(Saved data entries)

━━━━━━━━

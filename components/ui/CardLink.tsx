import { Link, type Href } from 'expo-router';
import { useState, type ReactNode } from 'react';
import { Pressable, StyleSheet, View } from 'react-native';
import { hairline, radius, space } from '@/constants/theme';
import { useTheme } from './ThemeProvider';
import { web } from './web-props';

export interface CardLinkProps {
  href: Href;
  /** What the screen reader says. */
  label: string;
  /** The one that is open beside the list. */
  current?: boolean;
  children: ReactNode;
}

/** A card of a list that leads to its detail. */
export function CardLink({ href, label, current, children }: CardLinkProps) {
  const { palette } = useTheme();
  const [hovered, setHovered] = useState(false);
  return (
    <Link href={href} asChild>
      <Pressable
        aria-label={label}
        onHoverIn={() => setHovered(true)}
        onHoverOut={() => setHovered(false)}
        {...web({ 'aria-current': current ? 'true' : undefined })}
        style={styles.link}
      >
        <View
          style={[
            styles.card,
            { backgroundColor: palette.sheet, borderColor: palette.rule },
            hovered ? { borderColor: palette.inkSoft } : null,
            current ? { borderColor: palette.petrol, boxShadow: `inset 3px 0 0 ${palette.petrol}` } : null,
          ]}
        >
          {children}
        </View>
      </Pressable>
    </Link>
  );
}

const styles = StyleSheet.create({
  link: { borderRadius: radius },
  card: { borderRadius: radius, borderWidth: hairline, padding: space.m, gap: space.s },
});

━━━━━━━━

### WHAT TO PRODUCE
Write out all the entries exactly.

### EXERCISE ANSWER
filename components/ui/CardLink.tsx
import { Link, type Href } from 'expo-router';
import { useState, type ReactNode } from 'react';
import { Pressable, StyleSheet, View } from 'react-native';
import { hairline, radius, space } from '@/constants/theme';
import { useTheme } from './ThemeProvider';
import { web } from './web-props';

export interface CardLinkProps {
  href: Href;
  /** What the screen reader says. */
  label: string;
  /** The one that is open beside the list. */
  current?: boolean;
  children: ReactNode;
}

/** A card of a list that leads to its detail. */
export function CardLink({ href, label, current, children }: CardLinkProps) {
  const { palette } = useTheme();
  const [hovered, setHovered] = useState(false);
  return (
    <Link href={href} asChild>
      <Pressable
        aria-label={label}
        onHoverIn={() => setHovered(true)}
        onHoverOut={() => setHovered(false)}
        {...web({ 'aria-current': current ? 'true' : undefined })}
        style={styles.link}
      >
        <View
          style={[
            styles.card,
            { backgroundColor: palette.sheet, borderColor: palette.rule },
            hovered ? { borderColor: palette.inkSoft } : null,
            current ? { borderColor: palette.petrol, boxShadow: `inset 3px 0 0 ${palette.petrol}` } : null,
          ]}
        >
          {children}
        </View>
      </Pressable>
    </Link>
  );
}

const styles = StyleSheet.create({
  link: { borderRadius: radius },
  card: { borderRadius: radius, borderWidth: hairline, padding: space.m, gap: space.s },
});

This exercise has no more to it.